Has anyone ever had that sentimental feeling while being depressed?

I noticed that every time I get depressed, I start to feel really sentimental and incomplete about things. I know this sounds so stupid, but recently I threw out my old Lip Smackers that I had for about 15 yrs now. I didn't start feeling bad until I started looking at pictures of Lip Smackers. It just made me miss the 90s and my childhood in general. I started to feel really bad about throwing out my old lip smackers because it feels like I threw out piece of my childhood. I was also like this last summer when I started feeling really sentimental about my old stuffed animals that I couldn't find or perhaps don't have anymore. I just keep feeling like there's nothing left around me like it's all gone.

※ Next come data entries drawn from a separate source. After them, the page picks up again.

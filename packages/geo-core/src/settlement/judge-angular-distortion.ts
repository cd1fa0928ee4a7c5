import { ANGULAR_DISTORTION_LIMITS, type AngularDistortionLimit } from './angular-distortion-limits.js';

/** Where an angular distortion falls among one source's limits. */
export interface AngularDistortionVerdict {
  readonly source: AngularDistortionLimit['source'];
  /** The most severe limit of this source that is exceeded, or null. */
  readonly exceededLimit: AngularDistortionLimit | null;
  /** The next limit of this source not yet reached, or null when all are exceeded. */
  readonly nextLimit: AngularDistortionLimit | null;
  /** One sentence for the report. */
  readonly statement: string;
}

interface SourceLimits {
  readonly source: AngularDistortionLimit['source'];
  readonly limits: readonly AngularDistortionLimit[];
}

// Each source's limits, strictest first, split once: a check judges thousands of
// pairs, and closures made per call were a fifth of its first (cold) run.
const limitsOf = (source: AngularDistortionLimit['source']): SourceLimits => ({ source, limits: ANGULAR_DISTORTION_LIMITS.filter((limit) => limit.source === source) });
const LIMITS_BY_SOURCE: readonly [SourceLimits, SourceLimits] = [limitsOf('Bjerrum (1963)'), limitsOf('Skempton & MacDonald (1956)')];

/**
 * Places an angular distortion δ/L among the published limits of Bjerrum (1963)
 * and of Skempton & MacDonald (1956), naming the most severe limit exceeded and
 * the next one ahead. A value exactly at a limit counts as reaching it, not
 * exceeding it.
 *
 * @param angularDistortion δ/L, dimensionless (≥ 0)
 * @returns one verdict per source, Bjerrum first
 * @throws RangeError when the distortion is negative or not finite
 * @example judgeAngularDistortion(1 / 400)[0].statement // 'Bjerrum (1963): 1/400 exceeds 1/500 (safe limit for buildings where cracking is not permissible); next limit 1/300 (…)'
 */
export function judgeAngularDistortion(angularDistortion: number): AngularDistortionVerdict[] {
  if (!(angularDistortion >= 0) || !Number.isFinite(angularDistortion)) throw new RangeError('judgeAngularDistortion requires a finite angularDistortion >= 0');
  const printed = angularDistortion === 0 ? '0' : `1/${Math.round(1 / angularDistortion)}`;
  return [verdictForSource(LIMITS_BY_SOURCE[0], angularDistortion, printed), verdictForSource(LIMITS_BY_SOURCE[1], angularDistortion, printed)];
}

function verdictForSource({ source, limits }: SourceLimits, angularDistortion: number, printed: string): AngularDistortionVerdict {
  let exceededLimit: AngularDistortionLimit | null = null;
  let nextLimit: AngularDistortionLimit | null = null;
  for (const limit of limits) {
    if (angularDistortion > limit.angularDistortion) exceededLimit = limit;
    else if (nextLimit === null) nextLimit = limit;
  }
  const statement =
    exceededLimit === null
      ? `${source}: ${printed} is within every limit; the strictest is ${nextLimit === null ? 'none' : describeLimit(nextLimit)}.`
      : `${source}: ${printed} exceeds ${describeLimit(exceededLimit)}${nextLimit === null ? '; every published limit is exceeded.' : `; next limit ${describeLimit(nextLimit)}.`}`;
  return { source, exceededLimit, nextLimit, statement };
}

function describeLimit(limit: AngularDistortionLimit): string {
  return `${limit.ratioLabel} (${limit.description})`;
}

it's not strange to get attached to material things, especially when you have depression. a lot of times it stems from a feeling of lack of control in your life, and those things you hold onto seem like the only constant in your life, and they keep a part of you in that moment of your life when everything was better. it can be scary to let go of them without feeling like you're suddenly forced to continue forward alone in the things that make you uncomfortable or even nervous or unmotivated at times, but if you can work through your depression, i promise it does get better. i've felt that way before, for a long time, but if you can start by finding one thing that distracts you from those thoughts in a positive way, a little at a time, you can overcome it :)

I'm not sure if it's sentimental, or guilt. I have guilt like that too that comes from my obsessive-compulsive disorder. Overall, you shouldn't have to feel guilty about this. Try to think about it and simply accept. "Yes I threw that out, and no, I'm not going to feel guilty about it" You're in the middle of a battle with your brain and you can outthink. Stay positive.

When I get depressed my brain naturally starts to wonder why. Problem is I already know why. It's not the world, it's me. The picture looks bad not because the world is bad, but because the camera is broken. I'm broken. I just need to adjust my meds. Problem is my brain doesn't know that, so it keeps thinking back to every time in my past I felt the same, and it appears my past life is riddled with endless depression, which isn't totally accurate, there have been many happy times in the past. Or it tries to come up with an explanation, like I was happy when I had certain items which I now no longer have, so it must be because I got rid of those items, because I was happier back then, but actually I know it has nothing to do with that. Happiness is a condition of the body. I just need to get my body and brain back into shape. Hope you feel better soon.